WORK ORDER =
From the line with "Unigrams, matches: &mut" through the line with "for (r, &end)", repeat the entries verbatim, both end lines included, and add nothing.

Content starts

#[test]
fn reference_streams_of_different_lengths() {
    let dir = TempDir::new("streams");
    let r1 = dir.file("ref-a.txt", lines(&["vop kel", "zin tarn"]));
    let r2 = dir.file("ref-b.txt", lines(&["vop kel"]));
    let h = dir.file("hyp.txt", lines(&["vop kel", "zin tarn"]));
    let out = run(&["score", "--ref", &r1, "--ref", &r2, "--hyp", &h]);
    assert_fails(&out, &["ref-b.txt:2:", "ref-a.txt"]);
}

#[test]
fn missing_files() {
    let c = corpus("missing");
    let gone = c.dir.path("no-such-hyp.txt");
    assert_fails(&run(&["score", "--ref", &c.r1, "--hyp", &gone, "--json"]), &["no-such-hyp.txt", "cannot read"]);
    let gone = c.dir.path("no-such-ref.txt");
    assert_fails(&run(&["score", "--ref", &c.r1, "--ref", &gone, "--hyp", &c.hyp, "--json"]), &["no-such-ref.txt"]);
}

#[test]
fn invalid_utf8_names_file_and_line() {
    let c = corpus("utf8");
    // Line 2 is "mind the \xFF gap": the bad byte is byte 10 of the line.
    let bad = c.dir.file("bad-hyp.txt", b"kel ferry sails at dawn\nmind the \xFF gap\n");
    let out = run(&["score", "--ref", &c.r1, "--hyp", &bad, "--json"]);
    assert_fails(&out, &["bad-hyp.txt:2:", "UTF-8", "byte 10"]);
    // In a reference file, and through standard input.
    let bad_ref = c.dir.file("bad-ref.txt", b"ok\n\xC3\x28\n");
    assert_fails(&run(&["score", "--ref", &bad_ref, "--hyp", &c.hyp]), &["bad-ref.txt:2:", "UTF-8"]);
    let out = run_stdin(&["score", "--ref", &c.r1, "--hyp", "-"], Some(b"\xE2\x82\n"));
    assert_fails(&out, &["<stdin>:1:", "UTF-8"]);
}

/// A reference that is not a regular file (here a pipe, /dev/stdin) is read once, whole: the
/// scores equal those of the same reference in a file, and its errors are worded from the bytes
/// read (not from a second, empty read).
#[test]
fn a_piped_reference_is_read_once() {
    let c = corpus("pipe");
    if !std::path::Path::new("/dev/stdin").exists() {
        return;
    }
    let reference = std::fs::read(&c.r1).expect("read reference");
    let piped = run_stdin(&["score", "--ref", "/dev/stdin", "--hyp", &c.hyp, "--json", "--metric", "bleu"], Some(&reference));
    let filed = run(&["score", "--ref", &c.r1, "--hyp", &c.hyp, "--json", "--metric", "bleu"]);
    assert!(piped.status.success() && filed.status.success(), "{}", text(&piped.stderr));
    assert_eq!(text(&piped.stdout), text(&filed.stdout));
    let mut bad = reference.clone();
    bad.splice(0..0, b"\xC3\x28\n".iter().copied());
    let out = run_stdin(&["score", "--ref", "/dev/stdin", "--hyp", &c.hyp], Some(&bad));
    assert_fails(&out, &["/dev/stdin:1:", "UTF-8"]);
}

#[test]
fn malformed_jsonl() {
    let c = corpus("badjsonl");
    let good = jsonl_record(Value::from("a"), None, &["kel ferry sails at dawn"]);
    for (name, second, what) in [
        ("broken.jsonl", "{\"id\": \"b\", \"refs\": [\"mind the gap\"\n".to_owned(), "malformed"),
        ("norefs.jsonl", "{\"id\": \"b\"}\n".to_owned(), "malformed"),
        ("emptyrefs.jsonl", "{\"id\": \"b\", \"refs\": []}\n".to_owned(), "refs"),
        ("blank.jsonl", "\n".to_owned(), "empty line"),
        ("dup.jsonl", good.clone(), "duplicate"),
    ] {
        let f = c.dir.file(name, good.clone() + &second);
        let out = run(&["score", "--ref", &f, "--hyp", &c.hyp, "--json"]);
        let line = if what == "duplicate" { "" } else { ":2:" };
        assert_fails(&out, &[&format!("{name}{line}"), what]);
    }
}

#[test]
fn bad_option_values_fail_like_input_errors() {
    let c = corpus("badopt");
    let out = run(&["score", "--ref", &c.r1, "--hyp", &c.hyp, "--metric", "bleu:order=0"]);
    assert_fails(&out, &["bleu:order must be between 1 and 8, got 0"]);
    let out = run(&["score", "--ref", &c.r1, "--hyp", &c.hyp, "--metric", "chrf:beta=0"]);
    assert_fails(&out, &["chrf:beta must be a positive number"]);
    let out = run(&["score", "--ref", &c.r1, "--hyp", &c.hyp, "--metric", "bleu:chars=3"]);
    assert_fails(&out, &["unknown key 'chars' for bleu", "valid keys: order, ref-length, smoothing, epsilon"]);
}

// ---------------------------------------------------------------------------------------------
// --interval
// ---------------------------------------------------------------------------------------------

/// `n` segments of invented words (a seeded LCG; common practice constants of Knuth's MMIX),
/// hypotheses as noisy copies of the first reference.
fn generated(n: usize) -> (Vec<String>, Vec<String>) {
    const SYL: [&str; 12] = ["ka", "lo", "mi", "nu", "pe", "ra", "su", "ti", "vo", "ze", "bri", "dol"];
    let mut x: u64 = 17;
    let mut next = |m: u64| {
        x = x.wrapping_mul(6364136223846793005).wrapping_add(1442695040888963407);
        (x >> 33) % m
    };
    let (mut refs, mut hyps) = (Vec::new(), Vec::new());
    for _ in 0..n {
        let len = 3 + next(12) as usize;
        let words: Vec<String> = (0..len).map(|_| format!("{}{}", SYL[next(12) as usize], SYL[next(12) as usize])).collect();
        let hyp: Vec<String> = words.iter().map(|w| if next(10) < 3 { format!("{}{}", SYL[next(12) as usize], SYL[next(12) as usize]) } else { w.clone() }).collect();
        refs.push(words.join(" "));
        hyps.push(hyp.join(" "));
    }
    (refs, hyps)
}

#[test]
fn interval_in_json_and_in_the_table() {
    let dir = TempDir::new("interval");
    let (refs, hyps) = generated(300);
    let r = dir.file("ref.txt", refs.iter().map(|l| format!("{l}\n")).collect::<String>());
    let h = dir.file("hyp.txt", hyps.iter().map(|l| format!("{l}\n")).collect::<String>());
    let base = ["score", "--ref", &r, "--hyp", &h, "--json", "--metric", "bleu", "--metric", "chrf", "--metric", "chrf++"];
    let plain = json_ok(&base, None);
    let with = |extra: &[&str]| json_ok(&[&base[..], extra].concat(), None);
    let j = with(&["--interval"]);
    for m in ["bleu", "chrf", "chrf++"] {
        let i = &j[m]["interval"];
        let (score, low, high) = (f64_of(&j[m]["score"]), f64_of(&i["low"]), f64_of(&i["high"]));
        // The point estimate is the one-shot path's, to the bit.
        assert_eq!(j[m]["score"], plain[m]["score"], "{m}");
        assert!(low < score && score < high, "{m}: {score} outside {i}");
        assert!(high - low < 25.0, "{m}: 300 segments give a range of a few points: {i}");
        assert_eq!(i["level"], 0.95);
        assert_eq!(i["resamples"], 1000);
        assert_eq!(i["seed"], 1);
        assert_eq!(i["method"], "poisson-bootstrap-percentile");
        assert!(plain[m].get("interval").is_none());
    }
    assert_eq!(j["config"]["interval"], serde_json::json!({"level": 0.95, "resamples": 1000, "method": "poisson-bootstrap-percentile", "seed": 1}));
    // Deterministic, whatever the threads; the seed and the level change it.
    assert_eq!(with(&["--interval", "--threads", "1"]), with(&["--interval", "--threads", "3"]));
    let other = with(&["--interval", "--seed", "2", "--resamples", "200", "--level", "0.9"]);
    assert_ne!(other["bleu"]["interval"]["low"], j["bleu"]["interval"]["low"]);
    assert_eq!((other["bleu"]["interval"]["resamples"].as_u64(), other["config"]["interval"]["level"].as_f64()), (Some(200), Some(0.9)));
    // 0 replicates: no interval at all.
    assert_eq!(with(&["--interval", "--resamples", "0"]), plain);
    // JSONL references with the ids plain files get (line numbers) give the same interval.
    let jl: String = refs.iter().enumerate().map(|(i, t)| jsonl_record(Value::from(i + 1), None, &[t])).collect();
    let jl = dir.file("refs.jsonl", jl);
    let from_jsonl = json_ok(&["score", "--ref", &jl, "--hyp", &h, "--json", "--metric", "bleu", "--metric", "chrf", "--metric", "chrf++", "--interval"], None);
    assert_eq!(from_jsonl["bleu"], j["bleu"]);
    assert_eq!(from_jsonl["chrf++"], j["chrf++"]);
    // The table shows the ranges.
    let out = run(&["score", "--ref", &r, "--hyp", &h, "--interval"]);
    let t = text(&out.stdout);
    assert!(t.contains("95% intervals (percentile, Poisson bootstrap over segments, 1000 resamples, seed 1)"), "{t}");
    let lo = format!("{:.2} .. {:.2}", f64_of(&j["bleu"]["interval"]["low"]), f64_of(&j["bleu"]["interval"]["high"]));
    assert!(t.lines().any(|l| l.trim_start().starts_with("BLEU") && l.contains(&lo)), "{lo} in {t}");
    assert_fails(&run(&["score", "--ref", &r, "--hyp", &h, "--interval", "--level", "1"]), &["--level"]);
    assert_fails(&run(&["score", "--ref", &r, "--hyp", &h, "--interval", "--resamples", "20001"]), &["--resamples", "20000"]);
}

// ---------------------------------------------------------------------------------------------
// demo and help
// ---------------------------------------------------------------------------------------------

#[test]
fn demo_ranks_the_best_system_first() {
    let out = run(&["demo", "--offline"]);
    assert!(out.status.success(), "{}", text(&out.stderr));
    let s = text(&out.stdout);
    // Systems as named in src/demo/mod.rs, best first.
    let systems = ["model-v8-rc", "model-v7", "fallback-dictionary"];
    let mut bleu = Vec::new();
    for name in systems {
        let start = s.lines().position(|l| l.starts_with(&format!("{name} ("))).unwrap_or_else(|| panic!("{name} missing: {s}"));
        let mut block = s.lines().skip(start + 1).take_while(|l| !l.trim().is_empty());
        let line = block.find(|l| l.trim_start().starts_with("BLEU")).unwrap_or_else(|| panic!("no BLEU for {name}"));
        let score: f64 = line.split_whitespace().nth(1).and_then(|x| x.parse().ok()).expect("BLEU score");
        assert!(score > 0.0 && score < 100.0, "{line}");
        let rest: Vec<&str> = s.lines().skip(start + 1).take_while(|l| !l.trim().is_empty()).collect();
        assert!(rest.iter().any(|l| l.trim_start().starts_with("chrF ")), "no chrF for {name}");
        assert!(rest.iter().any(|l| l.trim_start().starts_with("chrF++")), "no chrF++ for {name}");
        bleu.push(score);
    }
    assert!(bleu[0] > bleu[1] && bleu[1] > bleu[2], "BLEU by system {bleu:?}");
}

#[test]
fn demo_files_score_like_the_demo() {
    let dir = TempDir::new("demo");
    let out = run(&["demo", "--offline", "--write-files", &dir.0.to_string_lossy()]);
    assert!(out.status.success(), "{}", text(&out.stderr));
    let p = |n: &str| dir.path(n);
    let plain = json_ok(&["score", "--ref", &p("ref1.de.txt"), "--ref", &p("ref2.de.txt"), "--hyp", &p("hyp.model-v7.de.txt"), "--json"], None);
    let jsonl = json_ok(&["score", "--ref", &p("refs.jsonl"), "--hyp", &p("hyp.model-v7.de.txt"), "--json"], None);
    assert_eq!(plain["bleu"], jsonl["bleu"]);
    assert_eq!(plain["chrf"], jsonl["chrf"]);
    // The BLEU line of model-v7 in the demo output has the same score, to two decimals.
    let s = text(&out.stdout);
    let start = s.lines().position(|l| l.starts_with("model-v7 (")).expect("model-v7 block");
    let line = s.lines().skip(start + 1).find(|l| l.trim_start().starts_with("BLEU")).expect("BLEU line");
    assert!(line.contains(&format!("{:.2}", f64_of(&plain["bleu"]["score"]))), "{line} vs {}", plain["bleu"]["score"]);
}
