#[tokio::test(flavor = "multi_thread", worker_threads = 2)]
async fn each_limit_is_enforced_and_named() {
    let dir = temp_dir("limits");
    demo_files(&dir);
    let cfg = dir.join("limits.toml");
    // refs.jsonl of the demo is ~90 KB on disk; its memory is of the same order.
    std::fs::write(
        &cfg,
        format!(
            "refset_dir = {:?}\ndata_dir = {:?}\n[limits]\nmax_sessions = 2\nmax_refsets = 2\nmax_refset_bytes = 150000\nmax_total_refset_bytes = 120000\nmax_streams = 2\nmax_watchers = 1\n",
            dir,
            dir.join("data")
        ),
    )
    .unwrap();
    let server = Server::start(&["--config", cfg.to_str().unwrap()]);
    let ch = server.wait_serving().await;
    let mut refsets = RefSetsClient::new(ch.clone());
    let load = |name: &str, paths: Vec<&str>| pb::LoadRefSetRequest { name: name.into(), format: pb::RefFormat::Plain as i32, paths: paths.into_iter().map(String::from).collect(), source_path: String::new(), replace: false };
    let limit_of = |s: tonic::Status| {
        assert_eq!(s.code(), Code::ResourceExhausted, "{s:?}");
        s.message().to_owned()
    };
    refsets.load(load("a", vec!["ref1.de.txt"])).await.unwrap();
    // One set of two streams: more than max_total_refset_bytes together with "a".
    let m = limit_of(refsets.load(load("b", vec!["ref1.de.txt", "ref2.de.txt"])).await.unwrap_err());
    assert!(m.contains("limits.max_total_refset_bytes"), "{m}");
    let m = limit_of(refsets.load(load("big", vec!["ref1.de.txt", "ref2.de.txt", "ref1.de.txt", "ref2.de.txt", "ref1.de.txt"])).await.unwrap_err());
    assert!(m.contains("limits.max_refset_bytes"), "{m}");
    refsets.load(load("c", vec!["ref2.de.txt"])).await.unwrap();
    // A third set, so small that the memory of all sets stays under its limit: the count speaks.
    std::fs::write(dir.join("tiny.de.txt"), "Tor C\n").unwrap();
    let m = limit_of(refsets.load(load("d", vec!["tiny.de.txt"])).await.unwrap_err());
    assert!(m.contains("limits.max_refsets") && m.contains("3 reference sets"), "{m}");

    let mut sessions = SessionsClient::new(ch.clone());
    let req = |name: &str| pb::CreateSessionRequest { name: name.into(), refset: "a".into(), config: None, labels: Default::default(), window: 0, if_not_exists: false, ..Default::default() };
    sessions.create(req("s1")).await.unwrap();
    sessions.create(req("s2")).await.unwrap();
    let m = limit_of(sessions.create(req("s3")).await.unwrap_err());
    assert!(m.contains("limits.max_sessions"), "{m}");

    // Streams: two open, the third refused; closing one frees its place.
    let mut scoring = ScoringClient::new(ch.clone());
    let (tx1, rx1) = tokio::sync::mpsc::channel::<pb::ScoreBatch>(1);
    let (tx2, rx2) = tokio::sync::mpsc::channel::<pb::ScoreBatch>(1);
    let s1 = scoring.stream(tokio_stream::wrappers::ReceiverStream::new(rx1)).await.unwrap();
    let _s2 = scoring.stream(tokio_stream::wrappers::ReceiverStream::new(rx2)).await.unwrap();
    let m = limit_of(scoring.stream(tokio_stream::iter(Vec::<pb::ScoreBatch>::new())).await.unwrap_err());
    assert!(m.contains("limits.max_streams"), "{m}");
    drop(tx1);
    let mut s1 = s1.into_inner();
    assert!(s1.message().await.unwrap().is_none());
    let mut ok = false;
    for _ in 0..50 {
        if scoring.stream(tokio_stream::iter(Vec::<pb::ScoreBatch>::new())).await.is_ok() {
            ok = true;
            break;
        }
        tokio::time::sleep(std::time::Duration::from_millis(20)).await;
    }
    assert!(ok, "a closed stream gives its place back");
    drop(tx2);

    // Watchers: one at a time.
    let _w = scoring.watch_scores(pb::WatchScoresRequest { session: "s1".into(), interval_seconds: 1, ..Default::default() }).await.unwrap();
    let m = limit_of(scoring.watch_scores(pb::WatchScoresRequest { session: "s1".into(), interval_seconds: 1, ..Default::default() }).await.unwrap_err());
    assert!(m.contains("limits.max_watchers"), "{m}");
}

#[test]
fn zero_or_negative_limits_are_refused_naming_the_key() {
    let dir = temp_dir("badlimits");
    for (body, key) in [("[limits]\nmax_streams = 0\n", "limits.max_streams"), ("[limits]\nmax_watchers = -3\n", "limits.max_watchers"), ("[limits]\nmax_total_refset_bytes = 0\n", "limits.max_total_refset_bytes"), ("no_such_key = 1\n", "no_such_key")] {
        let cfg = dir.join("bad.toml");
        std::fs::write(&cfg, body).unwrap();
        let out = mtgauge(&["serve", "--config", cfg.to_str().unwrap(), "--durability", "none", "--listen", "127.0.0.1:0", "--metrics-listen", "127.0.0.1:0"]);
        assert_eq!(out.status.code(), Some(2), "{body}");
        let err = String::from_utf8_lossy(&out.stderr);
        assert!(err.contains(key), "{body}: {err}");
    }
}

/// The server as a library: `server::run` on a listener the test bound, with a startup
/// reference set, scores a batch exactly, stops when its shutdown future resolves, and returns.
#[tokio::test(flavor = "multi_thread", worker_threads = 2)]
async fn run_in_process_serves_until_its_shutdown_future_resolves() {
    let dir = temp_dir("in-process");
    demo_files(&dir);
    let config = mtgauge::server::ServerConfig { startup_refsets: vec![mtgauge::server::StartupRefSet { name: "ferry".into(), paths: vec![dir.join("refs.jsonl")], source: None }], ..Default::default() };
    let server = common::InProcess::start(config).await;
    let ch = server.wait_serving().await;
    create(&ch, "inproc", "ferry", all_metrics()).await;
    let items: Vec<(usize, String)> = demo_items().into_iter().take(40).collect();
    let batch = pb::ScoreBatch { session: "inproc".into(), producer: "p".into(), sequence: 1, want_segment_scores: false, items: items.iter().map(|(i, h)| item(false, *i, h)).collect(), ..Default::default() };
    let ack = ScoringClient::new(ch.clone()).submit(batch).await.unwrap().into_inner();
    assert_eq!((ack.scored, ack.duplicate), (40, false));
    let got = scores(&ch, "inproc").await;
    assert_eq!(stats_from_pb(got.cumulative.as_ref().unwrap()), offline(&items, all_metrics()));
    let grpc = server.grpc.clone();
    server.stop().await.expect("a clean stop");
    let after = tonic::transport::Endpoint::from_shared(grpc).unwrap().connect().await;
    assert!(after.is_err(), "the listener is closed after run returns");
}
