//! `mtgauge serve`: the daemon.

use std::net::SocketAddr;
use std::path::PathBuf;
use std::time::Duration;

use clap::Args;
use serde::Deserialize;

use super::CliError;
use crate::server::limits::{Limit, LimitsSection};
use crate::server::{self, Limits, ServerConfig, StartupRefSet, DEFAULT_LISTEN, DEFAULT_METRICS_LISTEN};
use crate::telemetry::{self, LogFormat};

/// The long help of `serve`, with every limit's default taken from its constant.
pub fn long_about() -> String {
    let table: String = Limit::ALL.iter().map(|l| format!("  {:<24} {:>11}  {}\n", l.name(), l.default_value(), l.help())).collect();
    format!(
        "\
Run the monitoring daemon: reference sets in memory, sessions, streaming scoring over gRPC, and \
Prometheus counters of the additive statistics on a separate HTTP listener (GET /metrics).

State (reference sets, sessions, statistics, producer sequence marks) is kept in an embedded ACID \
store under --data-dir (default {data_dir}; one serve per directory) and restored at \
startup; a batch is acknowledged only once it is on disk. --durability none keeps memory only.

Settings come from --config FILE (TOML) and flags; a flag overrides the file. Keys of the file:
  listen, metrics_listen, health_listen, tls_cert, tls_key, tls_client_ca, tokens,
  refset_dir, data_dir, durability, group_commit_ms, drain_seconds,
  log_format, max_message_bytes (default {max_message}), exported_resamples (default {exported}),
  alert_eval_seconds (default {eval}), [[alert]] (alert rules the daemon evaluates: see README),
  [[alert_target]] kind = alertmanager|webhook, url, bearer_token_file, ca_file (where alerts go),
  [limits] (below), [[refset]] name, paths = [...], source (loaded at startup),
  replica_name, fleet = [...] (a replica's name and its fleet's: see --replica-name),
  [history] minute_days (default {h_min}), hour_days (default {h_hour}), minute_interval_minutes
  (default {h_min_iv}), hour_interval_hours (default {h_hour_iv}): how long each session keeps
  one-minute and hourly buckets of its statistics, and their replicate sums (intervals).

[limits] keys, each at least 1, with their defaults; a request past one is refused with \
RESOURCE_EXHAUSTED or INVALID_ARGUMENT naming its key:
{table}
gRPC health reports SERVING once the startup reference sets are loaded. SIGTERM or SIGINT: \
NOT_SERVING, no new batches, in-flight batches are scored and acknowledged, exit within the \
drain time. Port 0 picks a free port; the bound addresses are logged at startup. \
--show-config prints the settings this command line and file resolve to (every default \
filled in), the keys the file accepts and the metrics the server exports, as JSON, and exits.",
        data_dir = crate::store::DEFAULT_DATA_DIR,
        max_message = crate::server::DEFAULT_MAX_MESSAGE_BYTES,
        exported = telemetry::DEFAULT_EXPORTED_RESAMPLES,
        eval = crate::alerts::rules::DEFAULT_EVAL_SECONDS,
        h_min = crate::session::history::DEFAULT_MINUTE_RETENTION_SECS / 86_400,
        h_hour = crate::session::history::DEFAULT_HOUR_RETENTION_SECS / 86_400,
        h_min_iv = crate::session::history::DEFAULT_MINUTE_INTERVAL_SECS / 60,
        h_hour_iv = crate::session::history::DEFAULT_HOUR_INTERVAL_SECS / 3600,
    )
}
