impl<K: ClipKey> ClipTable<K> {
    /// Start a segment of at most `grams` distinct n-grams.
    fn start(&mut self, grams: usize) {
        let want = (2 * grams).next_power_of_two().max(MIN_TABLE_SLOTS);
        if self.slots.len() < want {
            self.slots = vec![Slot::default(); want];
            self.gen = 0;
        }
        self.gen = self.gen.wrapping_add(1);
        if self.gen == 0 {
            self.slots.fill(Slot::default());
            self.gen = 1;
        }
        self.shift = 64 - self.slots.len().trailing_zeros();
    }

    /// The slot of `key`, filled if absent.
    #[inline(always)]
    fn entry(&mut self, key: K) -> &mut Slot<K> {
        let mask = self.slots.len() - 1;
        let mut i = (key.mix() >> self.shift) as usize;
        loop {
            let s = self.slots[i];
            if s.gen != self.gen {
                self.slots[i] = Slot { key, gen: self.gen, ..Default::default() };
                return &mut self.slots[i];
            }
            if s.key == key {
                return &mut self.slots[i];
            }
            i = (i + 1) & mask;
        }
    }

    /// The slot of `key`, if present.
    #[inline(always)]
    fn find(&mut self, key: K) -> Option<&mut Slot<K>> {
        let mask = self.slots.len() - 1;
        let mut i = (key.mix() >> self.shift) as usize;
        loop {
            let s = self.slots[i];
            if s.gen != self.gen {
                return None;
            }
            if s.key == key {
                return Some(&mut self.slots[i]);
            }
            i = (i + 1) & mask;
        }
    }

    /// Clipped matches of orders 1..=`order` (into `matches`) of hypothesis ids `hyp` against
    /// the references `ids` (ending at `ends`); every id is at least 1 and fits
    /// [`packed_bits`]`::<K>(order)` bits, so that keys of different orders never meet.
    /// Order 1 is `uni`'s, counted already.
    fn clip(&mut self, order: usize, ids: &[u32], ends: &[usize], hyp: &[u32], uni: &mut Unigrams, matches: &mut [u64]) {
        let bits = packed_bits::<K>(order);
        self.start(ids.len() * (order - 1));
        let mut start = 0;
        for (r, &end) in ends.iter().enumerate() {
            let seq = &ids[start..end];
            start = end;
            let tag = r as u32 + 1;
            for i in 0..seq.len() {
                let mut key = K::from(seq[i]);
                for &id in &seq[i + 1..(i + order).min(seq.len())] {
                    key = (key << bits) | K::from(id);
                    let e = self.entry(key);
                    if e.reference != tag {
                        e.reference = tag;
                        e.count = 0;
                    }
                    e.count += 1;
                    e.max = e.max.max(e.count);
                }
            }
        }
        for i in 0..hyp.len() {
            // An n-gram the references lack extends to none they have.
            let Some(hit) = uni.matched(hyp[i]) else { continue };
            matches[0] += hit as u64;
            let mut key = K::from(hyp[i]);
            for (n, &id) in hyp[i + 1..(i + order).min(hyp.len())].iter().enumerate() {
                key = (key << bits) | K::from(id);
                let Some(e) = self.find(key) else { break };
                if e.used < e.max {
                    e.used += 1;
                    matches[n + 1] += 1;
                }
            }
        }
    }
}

Content ends

OUTPUT FOR THIS TASK =
    fn clip(&mut self, order: usize, ids: &[u32], ends: &[usize], hyp: &[u32], uni: &mut Unigrams, matches: &mut [u64]) {
        let bits = packed_bits::<K>(order);
        self.start(ids.len() * (order - 1));
        let mut start = 0;
        for (r, &end) in ends.iter().enumerate() {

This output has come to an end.